I benchmarked RAG vs GraphRAG vs pre-structured knowledge graphs across 45 domains — here's what happened

Question

I benchmarked RAG vs GraphRAG vs pre-structured knowledge graphs across 45 domains — here's what happened

Daniel Yarmoluk posted Apr 27 Originally published at dev.to 2 min read

Three retrieval architectures. Same LLM. Same 7,928 queries across 45 domains. Different structure going in.

Here are the results:

System	F1 Score	Tokens/query	Cost/query
RAG (FAISS + Claude)	0.123	2,982	~$0.009
GraphRAG (Microsoft)	0.120	3,450	~$0.013
CKG (pre-structured DAG)	0.471	269	~$0.001

CKG is 4x more accurate and uses 11x fewer tokens than RAG.

What is a CKG?

A Compact Knowledge Graph (CKG) pre-structures domain knowledge as a directed acyclic graph (DAG). Concepts are nodes. Dependencies are edges. A CSV file:

ConceptID,ConceptLabel,Dependencies,TaxonomyID
1,Calculus,2|3,CORE
2,Algebra,,FOUND
3,Trigonometry,,FOUND

When an agent asks "what do I need to know before Calculus?", CKG traverses edges. No embedding. No similarity search. No hallucination by construction.

Why RAG fails on multi-hop queries

RAG retrieves the most similar text chunk to a query. For simple lookups, this works. For multi-hop questions — prerequisites, dependency chains, drug interactions, regulatory trees — it fragments the answer across chunks that contradict each other.

F1 by hop depth:

Hop depth	CKG	RAG
1	0.374	0.312
2	0.512	0.298
3	0.631	0.241
4	0.714	0.198
5	0.772	0.187

CKG improves continuously with depth. RAG plateaus at hop=2 and degrades. The deeper the question, the larger the gap.

Where CKG dominates by query type

Query type	CKG	RAG	Advantage
Aggregate (T4)	0.964	0.286	3.4x
Path traversal (T3)	0.660	0.201	3.3x
Dependency (T2)	0.634	0.078	8.1x
Cross-concept (T5)	0.323	0.115	2.8x
Entity lookup (T1)	0.207	0.094	2.2x

The biggest win (8.1x) is on dependency queries — the exact query type that matters in clinical, legal, financial, and regulatory domains.
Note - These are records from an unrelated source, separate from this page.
import { describe, expect, it } from "vitest";
import { fitTowerCharacteristic, liquidToGasFromFanPower } from "@/lib/engine/tower-fit";

// The rating points are generated here by an independent Merkel integration (this file's own saturated-air
// enthalpy and a fine Simpson rule), not with the code under test.
const P = 101325;
const CPW = 4.186; // kJ/(kg·K), liquid water near 30 °C [memory: 4.18 kJ/(kg·K) in ASHRAE Fundamentals ch.1 tables]

/** Saturation pressure over liquid water, Pa: Hyland–Wexler, ASHRAE Handbook—Fundamentals (2017) ch.1 eq. 6. */
function pws(tC: number): number {
  const T = tC + 273.15;
  return Math.exp(-5.8002206e3 / T + 1.3914993 - 4.8640239e-2 * T + 4.1764768e-5 * T * T - 1.4452093e-8 * T ** 3 + 6.5459673 * Math.log(T));
}
/** Saturated-air enthalpy, kJ/kg dry air: W = 0.621945·pws/(p − pws), h = 1.006·t + W·(2501 + 1.86·t) (ch.1 eq. 20, 32). */
function hs(tC: number): number {
  const p = pws(tC);
  const w = (0.621945 * p) / (P - p);
  return 1.006 * tC + w * (2501 + 1.86 * tC);
}
/** Merkel demand by composite Simpson with 4000 intervals, ha,in = hs(wet-bulb) (CTI practice). */
function merkel(coldC: number, rangeK: number, lg: number, wbC: number): number {
  const n = 4000;
  const h = rangeK / n;
  const hin = hs(wbC);
  let s = 0;
  for (let i = 0; i <= n; i++) {
    const dt = i * h;
    const w = i === 0 || i === n ? 1 : i % 2 ? 4 : 2;
    s += w / (hs(coldC + dt) - hin - lg * CPW * dt);
  }
  return ((CPW * h) / 3) * s;
}
/** The cold water a tower of characteristic C·(L/G)^−n gives at a range, wet-bulb and L/G: bisection on demand = supply. */
function coldWater(c: number, n: number, lg: number, rangeK: number, wbC: number): number {
  const supply = c * Math.pow(lg, -n);
  let lo = wbC + 0.05;
  let hi = wbC + 30;
  for (let k = 0; k < 80; k++) {
    const mid = (lo + hi) / 2;
    const d = merkel(mid, rangeK, lg, wbC);
    // Demand falls as the cold water rises (a larger approach is easier).
    if (!Number.isFinite(d) || d > supply) lo = mid;
    else hi = mid;
  }
  return (lo + hi) / 2;
}

const F = (f: number) => ((f - 32) * 5) / 9;

describe("fitting the tower characteristic to rating points", () => {
  // Issue 11's check: 95/85/78 °F design (range 10 °F = 5.556 K, wet-bulb 78 °F) at L/G 1.2, C = 1.3241, n = 0.6.
  const C = 1.3241;
  const N = 0.6;
  const wb = F(78);
  const range = F(95) - F(85);

  it("three points generated from C = 1.3241, n = 0.6 are fitted back within 0.5 %", () => {
    const lgs = [0.9, 1.2, 1.5];
    const points = lgs.map((lg) => {
      const cold = coldWater(C, N, lg, range, wb);
      return { waterFlowKgPerS: 50, enteringWaterC: cold + range, leavingWaterC: cold, wetBulbC: wb, liquidToGasRatio: lg };
    });
    // At the design L/G the generated tower should give about the design's 85 °F (a sanity check of the generator).
    expect(points[1]!.leavingWaterC).toBeGreaterThan(F(80));
    expect(points[1]!.leavingWaterC).toBeLessThan(F(90));
    const fit = fitTowerCharacteristic(points, P, 0.6)!;
    expect(fit.method).toBe("fitted");
    console.log(`[tower fit] C ${fit.coefficientC.toFixed(5)} (${(100 * (fit.coefficientC / C - 1)).toFixed(3)} %), n ${fit.exponentN.toFixed(5)} (${(100 * (fit.exponentN / N - 1)).toFixed(3)} %)`);
    expect(Math.abs(fit.coefficientC / C - 1)).toBeLessThan(0.005);
    expect(Math.abs(fit.exponentN / N - 1)).toBeLessThan(0.005);
    for (const p of fit.points) expect(Math.abs(p.residualFraction)).toBeLessThan(0.005);
  });

  it("one point: the default exponent is used and said so; C puts the characteristic through the point", () => {
    const cold = coldWater(C, 0.75, 1.1, range, wb);
    const fit = fitTowerCharacteristic([{ waterFlowKgPerS: 50, enteringWaterC: cold + range, leavingWaterC: cold, wetBulbC: wb, liquidToGasRatio: 1.1 }], P, 0.6)!;
    expect(fit.method).toBe("defaultExponent");
    expect(fit.exponentN).toBe(0.6);
    expect(Math.abs(fit.points[0]!.residualFraction)).toBeLessThan(1e-9);
  });

  it("shows each point's residual when the points do not lie on one characteristic", () => {
    const pts = [0.9, 1.2, 1.5].map((lg, i) => {
      const cold = coldWater(C, N, lg, range, wb) + (i === 1 ? 0.4 : 0);
      return { waterFlowKgPerS: 50, enteringWaterC: cold + range, leavingWaterC: cold, wetBulbC: wb, liquidToGasRatio: lg };
    });
    const fit = fitTowerCharacteristic(pts, P, 0.6)!;
    expect(fit.points).toHaveLength(3);
    expect(Math.max(...fit.points.map((p) => Math.abs(p.residualFraction)))).toBeGreaterThan(0.01);
  });

  it("refuses impossible points and names why", () => {
    const fit = fitTowerCharacteristic(
      [
        { waterFlowKgPerS: 50, enteringWaterC: 30, leavingWaterC: 24, wetBulbC: 25, liquidToGasRatio: 1.2 },
        { waterFlowKgPerS: 50, enteringWaterC: 30, leavingWaterC: 31, wetBulbC: 25, liquidToGasRatio: 1.2 },
      ],
      P,
      0.6,
    );
    expect(fit).toBeNull();
  });

  it("L/G from fan power by the fan laws: an eighth of the power is half the airflow, so twice the L/G", () => {
    expect(liquidToGasFromFanPower({ waterFlowKgPerS: 50, fanPowerKW: 15 / 8 }, { waterFlowKgPerS: 50, fanPowerKW: 15, liquidToGasRatio: 1.2 })).toBeCloseTo(2.4, 12);
  });
});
Structure is the signal — not curation effort

Track 2: I built a GLP-1/pharma domain from the ClinicalTrials.gov API in a single session. No expert curation.

F1 = 0.530 — higher than the 45-domain average.

If a domain has knowable dependencies, it can be CKG-ified. The structure drives accuracy, not the effort.

Try it

MCP server — works in Claude Code and any MCP-compatible agent:

pip install ckg-mcp

Your agent gets 4 tools: list_domains, query_ckg, get_prerequisites, search_concepts.

Live demo: https://huggingface.co/spaces/danyarm/ckg-demo

Full dataset (45 domain CSVs + 7,928 query JSONL + results):
https://huggingface.co/datasets/danyarm/ckg-benchmark

Paper + benchmark code:
https://github.com/Yarmoluk/ckg-benchmark

One-page summary:
https://github.com/Yarmoluk/ckg-benchmark/blob/main/SUMMARY.md

Custom domains

The benchmark covers 45 general domains. For clinical, legal, financial, or regulatory domains where dependency structure is critical: graphifymd.com

All code MIT licensed. Data CC BY 4.0. Questions welcome in the comments.

3 Comments

chevron_left

Commenters (This Week)

Contribute meaningful comments to climb the leaderboard and earn badges!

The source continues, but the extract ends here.